# 1946 serial numbers what a confusing mess...need help



## SJ_BIKER (May 28, 2012)

OK SO I HAVE TWO 1946 BIKES WITH PENCIL TIP/TAPPERED KICKSTANDS AND WITH SKINNY DROPOUTS.....SO THE NEW WORLD BIKE HAS A SERIAL NUMBER THAT STARTS WITH I***** AND THE LADIES 46 STARTS WITH C***** BUT THE THIRD BIKE WHICH IS A CANTILEVER HAS ME CONFUSED..IT HAS SKINNY DROP OUTS BUT NO TAPPERED KICKSTAND ....IT STARTS WITH J***** SO WHAT GIVES??? ANY ONE HAVE THIS CODE CRACKED YET?  THERE ARE ENOUGH 1946s OUT THERE SO LETS COMPARE NOTES AND GET THIS MOTHER FIGURED OUT...ANY LEADS? LETS DO THIS...HAHA


----------



## REC (May 29, 2012)

SJ_BIKER said:


> OK SO I HAVE TWO 1946 BIKES WITH PENCIL TIP/TAPPERED KICKSTANDS AND WITH SKINNY DROPOUTS.....SO THE NEW WORLD BIKE HAS A SERIAL NUMBER THAT STARTS WITH I***** AND THE LADIES 46 STARTS WITH C***** BUT THE THIRD BIKE WHICH IS A CANTILEVER HAS ME CONFUSED..IT HAS SKINNY DROP OUTS BUT NO TAPPERED KICKSTAND ....IT STARTS WITH J***** SO WHAT GIVES??? ANY ONE HAVE THIS CODE CRACKED YET?  THERE ARE ENOUGH 1946s OUT THERE SO LETS COMPARE NOTES AND GET THIS MOTHER FIGURED OUT...ANY LEADS? LETS DO THIS...HAHA




Jose,
It is a little confusing...
Some early frames were stamped with "I" & "J" numbers. If it has the thinner dropouts and that serial number, perhaps the stand fell victim to a fatal (to it anyway) bend, and was replaced with a non-tapered one. I have some documented "J" ones, and a few of the "B" & "C" ones from '46 on the list. One of my DXs didn't come to me with a tapered stand but it has the other identifying stuff. Since it has been here I have found a stand that I have yet to see if fits it properly.

Two of them I bought from you - though there was no claim as to year at the time. One is the straightbar, the other a  B-6. I have others besides those, being a Cycle-Truck, and a couple of  DXs, as well as another frame (now a bike) of questionable repute that carries the right stuff to be a '46. 
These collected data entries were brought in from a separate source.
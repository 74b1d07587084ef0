"""How near two projections may come: on one track, and on two neighbouring ones.

On one track three things keep working edges apart: the star wheel must finish its step, the
damper must have left the tooth quiet, and metal must remain between the openings. On two tracks
only the metal counts. All are angles on the disc, so they hold at any speed.
"""

import math
from dataclasses import dataclass
from typing import Literal

import numpy as np
import shapely
from numpy.typing import NDArray

from layout.documents.movement import Movement
from layout.mechanics.arrays import FloatArray, IntArray, frozen_floats
from layout.mechanics.frame import on_disc_mm
from layout.mechanics.halving import HALVINGS, least_enough
from layout.mechanics.projection import Pattern
from layout.mechanics.turning import FULL_TURN_RAD, Turning

MOST_TRACKS_APART = 6  # tracks; openings that reach past six neighbours are a movement no web can be kept on
_BESIDE = 1.05  # times the angle guessed at first is the second guess: any other near it finds the same end
_RING_GRAIN_MM = 1e-6  # so much farther apart than a web two rings must be before rounding does not matter
_SCAN_STEPS = 400  # places tried over the stretch where two openings can pass each other

Reason = Literal["wheel-still-stepping", "damper-not-recovered", "web"]


@dataclass(frozen=True, slots=True, kw_only=True, eq=False)
class Spacing:
    """Least angles between working edges.

    Attributes:
        wheel_rad: Shape (tracks,). The star wheel's step: arc/(r·cos δ).
        damper_rad: Shape (tracks,). The damper's recovery at the fastest turn; 0 where undamped.
        web_rad: Shape (tracks,). Where the openings' web reaches the cutter's least.
        between: Stretches of angle in which the openings of two tracks come too near; a pair may have
            several. Tracks more than MOST_TRACKS_APART from each other are not looked at.
    """

    wheel_rad: FloatArray
    damper_rad: FloatArray
    web_rad: FloatArray
    between: tuple["TooNear", ...]

    @property
    def least_rad(self) -> FloatArray:
        """Shape (tracks,). The least angle between two working edges of one track."""
        return np.maximum(np.maximum(self.wheel_rad, self.damper_rad), self.web_rad)

    def reason(self, track_index: int, apart_rad: float) -> Reason:
        """What forbids two working edges of a track this far apart; the wheel first, then the damper."""
        if apart_rad < self.wheel_rad[track_index]:
            return "wheel-still-stepping"
        return "damper-not-recovered" if apart_rad < self.damper_rad[track_index] else "web"


@dataclass(frozen=True, slots=True, kw_only=True)
class TooNear:
    """Two tracks, and a stretch of angles from the inner's working edge to the outer's where the web is too thin."""

    inner_index: int
    outer_index: int
    from_rad: float
    to_rad: float


def spacing_of(movement: Movement, turning: Turning, pattern: Pattern, min_web_mm: float) -> Spacing:
    """The spacing rules of a movement whose projections have this pattern.

    Args:
        movement: Its damper recovery is judged at its fastest turn.
        turning: The movement's turning.
        pattern: The projections' pattern.
        min_web_mm: Least metal between two openings.
    """
    recovery_rad = FULL_TURN_RAD * movement.damper_recovery_s / movement.fastest_revolution_s
    damped = movement.damped_tracks
    return Spacing(
        wheel_rad=frozen_floats(turning.engagement_arc_mm / (turning.radius_mm * np.cos(turning.row_rad))),
        damper_rad=frozen_floats(recovery_rad if track.track in damped else 0.0 for track in movement.tracks),
        web_rad=frozen_floats(_web_angles_rad(turning, pattern, min_web_mm)),
        between=_too_near_pairs(turning, pattern, min_web_mm),
    )


def core_geometries(points_mm: FloatArray) -> NDArray[np.object_]:
    """Shapely polygons (three points or more) or lines (two points) from shape (n, k, 2)."""
    if points_mm.shape[1] > 2:  # noqa: PLR2004 - two points make a line
        # All rings from one run of numbers, each closed by its first corner: half the time of shapely.polygons.
        closed_mm = np.concatenate([points_mm, points_mm[:, :1]], axis=1)
        places = np.arange(len(closed_mm) + 1)
        rings = closed_mm.reshape(-1, 2), (places * closed_mm.shape[1], places)
        return np.asarray(shapely.from_ragged_array(shapely.GeometryType.POLYGON, *rings), dtype=np.object_)
    return np.asarray(shapely.linestrings(points_mm), dtype=np.object_)


def webs_mm(turning: Turning, pattern: Pattern, first: FloatArray, second: FloatArray) -> FloatArray:
    """Metal between pairs of openings; negative or zero where they overlap.

    Args:
        turning: For the direction of travel.
        pattern: The openings' pattern.
        first: Shape (n, 2). Radius and working-edge angle of one opening of each pair; (1, 2) where all have the same.
        second: Shape (n, 2). The same of the other.
    """
    one, two = (_cores(turning, pattern, each[:, 0], each[:, 1]) for each in (first, second))
    return _between_mm(pattern, one, two)


def _cores(turning: Turning, pattern: Pattern, radius_mm: FloatArray, angle_rad: FloatArray) -> NDArray[np.object_]:
    """Shape (n,). The lines round the openings' cores at radii and working-edge angles.

    All cores have one shape, so none lies within another: their lines are as far apart as they are, and sooner told.
    """
    placed = radius_mm, angle_rad, turning.direction
    points_mm = on_disc_mm(pattern.core_points_mm, *placed, pattern.strike_u_mm)
    if points_mm.shape[1] > 2:  # noqa: PLR2004 - two points make a line
        points_mm = np.concatenate([points_mm, points_mm[:, :1]], axis=1)
    return np.asarray(shapely.linestrings(points_mm), dtype=np.object_)


def _between_mm(pattern: Pattern, one: NDArray[np.object_], two: NDArray[np.object_]) -> FloatArray:
    return np.asarray(shapely.distance(one, two)) - 2 * pattern.core_round_mm


def _web_angles_rad(turning: Turning, pattern: Pattern, min_web_mm: float) -> FloatArray:
    radius_mm = turning.radius_mm
    here = _cores(turning, pattern, radius_mm, np.zeros(len(radius_mm)))

    def spare_mm(tracks: IntArray, angle_rad: FloatArray) -> FloatArray:
        there = _cores(turning, pattern, radius_mm[tracks], angle_rad)
        return _between_mm(pattern, here[tracks], there) - min_web_mm

    chord_mm = np.minimum(_reach_mm(pattern, 0) + min_web_mm, 2 * radius_mm)
    chord_rad = 2 * np.arcsin(chord_mm / (2 * radius_mm))
    return least_enough(
        spare_mm, np.full(len(radius_mm), math.pi), (chord_rad, np.minimum(_BESIDE * chord_rad, math.pi))
    )


def _too_near_pairs(turning: Turning, pattern: Pattern, min_web_mm: float) -> tuple[TooNear, ...]:
    pairs = _near_pairs(turning, pattern, min_web_mm)
    along_mm = _reach_mm(pattern, 0) + min_web_mm
    ends: list[tuple[int, int, float, float]] = []
    for inner, outer in pairs:
        reach_rad = min(2 * along_mm / float(turning.radius_mm[inner]), math.pi)
        scan = np.linspace(-reach_rad, reach_rad, _SCAN_STEPS)
        here = np.array([[turning.radius_mm[inner], 0.0]])
        webs = webs_mm(turning, pattern, here, np.insert(scan[:, None], 0, turning.radius_mm[outer], axis=1))
        bad = np.flatnonzero(webs < min_web_mm)
        # Corners may pass too near while the flat sides between them do not: each stretch counts for itself.
        for run in np.split(bad, np.flatnonzero(np.diff(bad) > 1) + 1) if len(bad) else []:
            ends.append((inner, outer, scan[max(run[0] - 1, 0)], scan[run[0]]))
            ends.append((inner, outer, scan[min(run[-1] + 1, len(scan) - 1)], scan[run[-1]]))
    edges_rad = _edges_rad(turning, pattern, min_web_mm, ends)
    return tuple(
        TooNear(inner_index=ends[place][0], outer_index=ends[place][1], from_rad=low, to_rad=high)
        for place, (low, high) in zip(
            range(0, len(ends), 2), zip(edges_rad[::2], edges_rad[1::2], strict=True), strict=True
        )
    )


def _near_pairs(turning: Turning, pattern: Pattern, min_web_mm: float) -> list[tuple[int, int]]:
    """Tracks between whose openings the web may become too thin at some angle: the rings that hold them are so near."""
    inner_rim_mm, outer_rim_mm = _rims_mm(turning, pattern)
    pairs = []
    for inner, rim_mm in enumerate(outer_rim_mm):
        for outer in range(inner + 1, min(inner + MOST_TRACKS_APART + 1, len(outer_rim_mm))):
            if inner_rim_mm[outer] - rim_mm >= min_web_mm + _RING_GRAIN_MM:
                break
            pairs.append((inner, outer))
    return pairs


def _rims_mm(turning: Turning, pattern: Pattern) -> tuple[FloatArray, FloatArray]:
    """Shape (tracks,) each. From the centre to the nearest and to the farthest point of a track's openings."""
    nowhere = np.zeros(len(turning.radius_mm))
    cores = _cores(turning, pattern, turning.radius_mm, nowhere)
    corners_mm = shapely.get_coordinates(cores).reshape(len(cores), -1, 2)
    nearest_mm = shapely.distance(cores, shapely.Point(0.0, 0.0)) - pattern.core_round_mm
    farthest_mm = np.hypot(corners_mm[..., 0], corners_mm[..., 1]).max(axis=1, initial=0.0) + pattern.core_round_mm
    return np.asarray(nearest_mm), farthest_mm


def _reach_mm(pattern: Pattern, axis: int) -> float:
    """Size of an opening along the travel (axis 0) or across it (axis 1)."""
    return float(np.ptp(pattern.core_points_mm[:, axis])) + 2 * pattern.core_round_mm


def _edges_rad(
    turning: Turning, pattern: Pattern, min_web_mm: float, ends: list[tuple[int, int, float, float]]
) -> list[float]:
    """Where the web reaches its least, between a good and a bad angle of each end; the good side of it."""
    if not ends:
        return []
    inner_mm, outer_mm = turning.radius_mm[np.array([end[:2] for end in ends]).T]
    here = _cores(turning, pattern, inner_mm, np.zeros(len(ends)))
    good_rad, bad_rad = np.array([end[2] for end in ends]), np.array([end[3] for end in ends])
    for _ in range(HALVINGS):
        middle = (good_rad + bad_rad) / 2
        enough = _between_mm(pattern, here, _cores(turning, pattern, outer_mm, middle)) >= min_web_mm
        good_rad, bad_rad = np.where(enough, middle, good_rad), np.where(enough, bad_rad, middle)
    return [float(angle) for angle in good_rad]
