"""What a web process does when it begins."""

import threading
from types import SimpleNamespace

import pytest
from flask import Flask

from service import web_process
from service.api.computing_queue import COMPUTING_QUEUE
from service.api.waiting_room import WAITING_ROOM


@pytest.mark.parametrize(
    ("threads", "compute", "wait"),
    [(32, 19, 8), (10, 6, 2), (1, 1, 0)],  # 0.6 and 0.25 of the threads, and always one who may compute
)
def test_so_many_of_the_threads_may_compute_and_so_many_wait(
    monkeypatch: pytest.MonkeyPatch, threads: int, compute: int, wait: int
) -> None:
    warmed: list[object] = []
    monkeypatch.setattr(web_process, "_warm", warmed.append)
    monkeypatch.setattr(web_process, "WARM_AFTER_S", 0.0)
    app = Flask("a shop")
    app.extensions[web_process.CHILDREN] = "its children"

    web_process.post_worker_init(SimpleNamespace(wsgi=app, cfg=SimpleNamespace(threads=threads), alive=True))

    assert app.extensions[COMPUTING_QUEUE].places == compute
    room = app.extensions[WAITING_ROOM]
    assert [room.enter(f"key {number}") for number in range(wait + 1)] == [True] * wait + [False]
    for thread in threading.enumerate():
        if isinstance(thread, threading.Timer):
            thread.join(10)
    assert warmed == ["its children"]
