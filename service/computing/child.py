"""A computing child, `python -m service.computing.child`: lays tunes out one after another, and may be killed.

It imports the computation once. It knows no database and no store: all it works on comes through its pipe. It ends
when its parent does, even within a computation, for a thread of its own waits for the end of the pipe; where a library
holds the interpreter meanwhile, as soon as that returns.
"""

import gc
import importlib
import os
import threading
import time
import traceback
from contextlib import suppress
from dataclasses import replace
from queue import SimpleQueue
from typing import Any, BinaryIO

from layout.errors import LayoutError
from service.children.frames import BrokenFrameError, read_frame, write_frame
from service.children.inside import own_pipes, resident_mib, within_memory
from service.computing.at_hand import SetsAtHand
from service.computing.messages import (
    Answer,
    Asked,
    DiscTold,
    Kind,
    Want,
    Work,
    answer_as_bytes,
    asked_from_bytes,
    setup_from_bytes,
)
from service.planner import AnyPlanner

# Of nice(2): before whoever computes, the processes of the web come that give what is at hand; where they want a whole
# processor, a tenth of it is left. Orders, which nobody waits for, give way further.
GIVING_WAY = 10


def main() -> None:
    """Serve until the parent has gone."""
    orders, answers = own_pipes()
    os.nice(GIVING_WAY)
    coming: SimpleQueue[bytes] = SimpleQueue()
    threading.Thread(target=_read_on, args=(orders, coming), daemon=True).start()
    setup = setup_from_bytes(coming.get())
    planner: AnyPlanner = importlib.import_module(setup.planner)  # a module with the functions of one
    at_hand: SetsAtHand[Any] = SetsAtHand()
    gc.collect()
    gc.freeze()  # what is imported stays: looking for garbage among it takes a fifth of the time of a layout
    write_frame(answers, answer_as_bytes(Answer(kind=Kind.WARM, resident_mib=resident_mib())))
    while True:
        message, answer = coming.get(), Answer(kind=Kind.TOO_LARGE)
        with suppress(MemoryError), within_memory(setup.memory_mib):
            answer = answer_of(message, planner, at_hand)
        write_frame(answers, answer_as_bytes(replace(answer, resident_mib=resident_mib())))


def _read_on(orders: BinaryIO, coming: "SimpleQueue[bytes]") -> None:
    with suppress(BrokenFrameError, OSError):
        while (message := read_frame(orders)) is not None:
            coming.put(message)
    os._exit(0)


def answer_of(message: bytes, planner: AnyPlanner, at_hand: SetsAtHand[Any]) -> Answer:
    """What is answered to what is asked; the discs are at hand from now on.

    Raises:
        MemoryError: It takes more than there is.
    """
    try:
        return _done(asked_from_bytes(message), planner, at_hand)
    except LayoutError as error:
        return Answer(kind=Kind.REFUSED, error=error)
    except MemoryError:
        raise
    except Exception:  # noqa: BLE001 -- told to the parent, which logs it under the request's id
        return Answer(kind=Kind.FAILED, trace=traceback.format_exc())


def _done(asked: Asked, planner: AnyPlanner, at_hand: SetsAtHand[Any]) -> Answer:
    held = at_hand.called(asked.name)
    laid_out = held or _laid_out(asked.work, planner)
    if not held:
        at_hand.add(asked.name, laid_out)
    if asked.want is Want.DISCS:
        return Answer(kind=Kind.DONE, discs=tuple(_told(one, planner) for one in laid_out))
    one = laid_out[asked.disc_number - 1]
    make = planner.files_of if asked.want is Want.FILES else planner.told_of
    files = make(one, not_good=asked.not_good)
    return Answer(kind=Kind.DONE, discs=() if held else (_told(one, planner),), files=files)


def _laid_out(work: Work, planner: AnyPlanner) -> tuple[Any, ...]:
    clock = time.monotonic if work.is_timed else None
    discs: tuple[Any, ...] = planner.lay_out_discs(
        work.tune, work.movement, work.cutter, work.settings, clock, most_s=work.most_s
    )
    return discs


def _told(laid_out: Any, planner: AnyPlanner) -> DiscTold:
    return DiscTold(
        title=laid_out.title,
        fingerprint=laid_out.fingerprint,
        disc_number=laid_out.disc_number,
        disc_count=laid_out.disc_count,
        good_to_cut=laid_out.good_to_cut,
        stopped=laid_out.stopped,
        told=planner.told_of(laid_out),
    )


if __name__ == "__main__":
    main()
POINT: I have NO real proof of the accuracy of what I have as a list, however, there are several bikes listed that are documented as to year by more than just speculation. I've been keeping this list for a good while. I know that there is someone else with a sales book from a shop that went way back and then through the early post war years  and on up. I would love to look at that information as I think it would do one of two things: 1) partially or fully validate what I've done, or  2) make me feel like I have wasted a LOT of time and effort! One way or the other, I'd still LOVE to see the information. And for the record, I have had a couple of people who have pretty much told me none of this could possibly be right.... but offered no research or proof that it isn't.

For what it's worth,
REC
PS: If you'd like, I can add your serial numbers to the list - send them in a PM or post 'em here..... A picture of them would also be nice.


----------



## Ozark Flyer (May 29, 2012)

REC, I appreciate your efforts reconstructing the numbers.  Regardless of what the detractors may say, with just a few solid reference points, you could have as good a production record as any that exist.


----------



## island schwinn (May 29, 2012)

i've never posted the serial on my 46.it's a B78xxx number with tapered stand and skinny dropouts.original owner got it new in early 46.
i'll send a picture of the number to you,rec.


----------



## Marcuscentral (May 30, 2012)

*New*

Hi guys! Im new here (first post) but I picked up a bike on Sunday that I believe is a 46'. Please correct me if Im wrong but 1946 was the only year to start with "I"? 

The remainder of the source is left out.